# WORK INSTRUCTIONS:
Look through the listing below for the word "call" and copy every line where it occurs.

■ ■ ■

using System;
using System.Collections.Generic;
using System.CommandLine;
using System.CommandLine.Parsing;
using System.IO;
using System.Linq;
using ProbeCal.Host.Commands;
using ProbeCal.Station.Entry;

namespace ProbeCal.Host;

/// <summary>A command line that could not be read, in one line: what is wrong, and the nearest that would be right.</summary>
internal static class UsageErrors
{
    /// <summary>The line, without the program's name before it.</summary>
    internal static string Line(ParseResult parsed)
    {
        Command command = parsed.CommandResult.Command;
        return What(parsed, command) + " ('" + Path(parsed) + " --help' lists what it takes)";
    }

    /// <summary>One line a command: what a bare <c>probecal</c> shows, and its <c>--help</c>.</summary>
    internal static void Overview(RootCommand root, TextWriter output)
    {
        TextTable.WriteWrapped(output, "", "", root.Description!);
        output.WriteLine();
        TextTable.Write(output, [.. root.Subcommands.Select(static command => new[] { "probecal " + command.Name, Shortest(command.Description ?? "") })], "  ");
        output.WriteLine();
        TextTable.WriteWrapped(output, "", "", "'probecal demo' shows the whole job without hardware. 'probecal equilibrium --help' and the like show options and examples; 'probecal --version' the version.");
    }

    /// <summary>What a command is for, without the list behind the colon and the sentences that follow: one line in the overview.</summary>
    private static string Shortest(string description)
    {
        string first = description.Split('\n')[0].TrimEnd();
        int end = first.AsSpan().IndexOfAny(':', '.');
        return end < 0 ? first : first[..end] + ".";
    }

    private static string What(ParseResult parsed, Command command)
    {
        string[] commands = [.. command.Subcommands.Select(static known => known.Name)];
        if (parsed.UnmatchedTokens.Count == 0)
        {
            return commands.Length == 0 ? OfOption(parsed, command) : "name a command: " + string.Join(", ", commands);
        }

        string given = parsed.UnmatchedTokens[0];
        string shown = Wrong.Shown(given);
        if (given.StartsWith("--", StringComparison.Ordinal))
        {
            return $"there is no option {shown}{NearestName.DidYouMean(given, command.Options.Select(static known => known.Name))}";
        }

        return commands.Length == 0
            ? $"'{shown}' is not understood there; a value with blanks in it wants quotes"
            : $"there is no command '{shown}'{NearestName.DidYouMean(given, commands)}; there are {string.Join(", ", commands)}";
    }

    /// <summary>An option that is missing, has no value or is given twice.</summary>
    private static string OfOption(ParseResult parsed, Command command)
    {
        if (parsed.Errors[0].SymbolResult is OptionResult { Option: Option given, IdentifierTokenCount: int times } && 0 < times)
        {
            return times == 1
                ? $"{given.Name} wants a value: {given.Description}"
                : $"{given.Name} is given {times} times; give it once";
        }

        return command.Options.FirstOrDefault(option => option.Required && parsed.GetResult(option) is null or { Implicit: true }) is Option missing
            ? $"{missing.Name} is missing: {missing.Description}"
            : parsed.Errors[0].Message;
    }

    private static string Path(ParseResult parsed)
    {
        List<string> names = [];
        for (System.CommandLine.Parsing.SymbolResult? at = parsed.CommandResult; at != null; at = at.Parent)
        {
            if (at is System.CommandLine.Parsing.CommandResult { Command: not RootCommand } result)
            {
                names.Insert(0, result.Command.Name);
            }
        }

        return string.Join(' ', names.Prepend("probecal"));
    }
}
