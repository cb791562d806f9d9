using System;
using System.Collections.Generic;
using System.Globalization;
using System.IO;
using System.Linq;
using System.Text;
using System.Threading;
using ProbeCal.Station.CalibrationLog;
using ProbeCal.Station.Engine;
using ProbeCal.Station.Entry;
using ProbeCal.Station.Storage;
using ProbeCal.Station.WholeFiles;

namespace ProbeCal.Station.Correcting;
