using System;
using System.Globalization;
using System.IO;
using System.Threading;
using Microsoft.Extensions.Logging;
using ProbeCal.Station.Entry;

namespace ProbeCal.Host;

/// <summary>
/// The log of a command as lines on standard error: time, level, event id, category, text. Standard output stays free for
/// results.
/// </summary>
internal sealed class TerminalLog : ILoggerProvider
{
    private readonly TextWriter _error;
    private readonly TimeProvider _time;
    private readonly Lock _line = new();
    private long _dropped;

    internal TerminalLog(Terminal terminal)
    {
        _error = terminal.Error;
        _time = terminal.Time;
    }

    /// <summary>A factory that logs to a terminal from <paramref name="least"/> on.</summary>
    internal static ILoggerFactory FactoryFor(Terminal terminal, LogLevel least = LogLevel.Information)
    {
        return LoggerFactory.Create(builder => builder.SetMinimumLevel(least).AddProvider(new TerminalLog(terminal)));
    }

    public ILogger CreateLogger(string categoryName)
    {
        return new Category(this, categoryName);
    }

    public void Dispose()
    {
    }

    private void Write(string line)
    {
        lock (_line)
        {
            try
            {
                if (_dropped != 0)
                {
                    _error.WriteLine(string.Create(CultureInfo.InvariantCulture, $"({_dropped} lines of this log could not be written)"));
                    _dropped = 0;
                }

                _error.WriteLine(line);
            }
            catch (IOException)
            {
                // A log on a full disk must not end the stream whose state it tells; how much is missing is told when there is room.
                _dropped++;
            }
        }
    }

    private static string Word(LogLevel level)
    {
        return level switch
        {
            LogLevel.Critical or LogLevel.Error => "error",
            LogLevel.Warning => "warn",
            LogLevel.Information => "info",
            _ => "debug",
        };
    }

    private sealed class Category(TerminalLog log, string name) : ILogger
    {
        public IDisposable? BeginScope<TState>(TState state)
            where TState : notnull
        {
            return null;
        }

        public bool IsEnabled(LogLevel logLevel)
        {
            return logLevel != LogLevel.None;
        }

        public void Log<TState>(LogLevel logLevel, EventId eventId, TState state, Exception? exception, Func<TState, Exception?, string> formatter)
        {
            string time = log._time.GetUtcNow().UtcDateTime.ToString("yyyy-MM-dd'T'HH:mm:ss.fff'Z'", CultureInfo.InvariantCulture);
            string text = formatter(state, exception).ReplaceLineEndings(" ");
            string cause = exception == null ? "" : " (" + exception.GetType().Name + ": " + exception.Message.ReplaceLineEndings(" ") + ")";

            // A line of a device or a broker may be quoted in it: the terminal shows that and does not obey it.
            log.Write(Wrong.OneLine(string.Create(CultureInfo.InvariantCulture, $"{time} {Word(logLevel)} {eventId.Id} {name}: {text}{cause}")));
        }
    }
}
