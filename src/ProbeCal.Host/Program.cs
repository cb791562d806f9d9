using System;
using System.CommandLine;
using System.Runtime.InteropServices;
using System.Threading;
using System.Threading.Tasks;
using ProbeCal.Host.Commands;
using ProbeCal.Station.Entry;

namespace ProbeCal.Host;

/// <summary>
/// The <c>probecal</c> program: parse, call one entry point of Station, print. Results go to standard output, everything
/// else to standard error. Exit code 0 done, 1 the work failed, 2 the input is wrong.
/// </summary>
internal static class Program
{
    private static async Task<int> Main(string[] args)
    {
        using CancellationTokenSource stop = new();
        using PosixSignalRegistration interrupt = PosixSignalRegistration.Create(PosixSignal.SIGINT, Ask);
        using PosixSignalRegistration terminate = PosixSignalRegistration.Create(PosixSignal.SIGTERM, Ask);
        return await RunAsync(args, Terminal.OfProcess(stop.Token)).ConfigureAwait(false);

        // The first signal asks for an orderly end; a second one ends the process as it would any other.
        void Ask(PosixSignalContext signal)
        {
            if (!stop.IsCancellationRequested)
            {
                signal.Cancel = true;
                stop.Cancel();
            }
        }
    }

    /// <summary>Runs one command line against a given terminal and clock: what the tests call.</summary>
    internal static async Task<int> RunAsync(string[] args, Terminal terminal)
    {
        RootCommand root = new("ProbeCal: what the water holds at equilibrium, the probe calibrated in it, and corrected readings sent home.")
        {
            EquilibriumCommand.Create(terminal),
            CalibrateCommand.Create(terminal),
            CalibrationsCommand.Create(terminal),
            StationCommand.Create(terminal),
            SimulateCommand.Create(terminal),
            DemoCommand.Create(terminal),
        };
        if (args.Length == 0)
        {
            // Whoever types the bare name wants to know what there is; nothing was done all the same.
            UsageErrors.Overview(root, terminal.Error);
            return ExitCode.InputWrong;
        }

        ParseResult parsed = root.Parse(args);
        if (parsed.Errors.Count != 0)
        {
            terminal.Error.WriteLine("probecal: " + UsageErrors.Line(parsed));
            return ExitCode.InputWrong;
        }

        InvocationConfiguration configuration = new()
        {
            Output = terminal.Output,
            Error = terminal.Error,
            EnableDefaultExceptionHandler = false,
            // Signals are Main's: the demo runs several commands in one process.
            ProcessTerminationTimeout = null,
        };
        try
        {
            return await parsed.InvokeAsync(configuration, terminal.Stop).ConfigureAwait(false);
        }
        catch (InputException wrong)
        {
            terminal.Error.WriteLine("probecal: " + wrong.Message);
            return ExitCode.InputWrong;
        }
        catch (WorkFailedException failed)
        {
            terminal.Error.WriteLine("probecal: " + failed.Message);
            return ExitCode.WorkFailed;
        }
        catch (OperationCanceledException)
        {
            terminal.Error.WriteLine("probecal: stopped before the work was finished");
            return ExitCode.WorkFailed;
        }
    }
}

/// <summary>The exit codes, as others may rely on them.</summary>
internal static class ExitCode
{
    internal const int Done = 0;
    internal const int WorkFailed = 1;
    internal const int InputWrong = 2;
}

■ ■ ■

# RESULT OF THIS EXERCISE:
/// The <c>probecal</c> program: parse, call one entry point of Station, print. Results go to standard output, everything
    /// <summary>Runs one command line against a given terminal and clock: what the tests call.</summary>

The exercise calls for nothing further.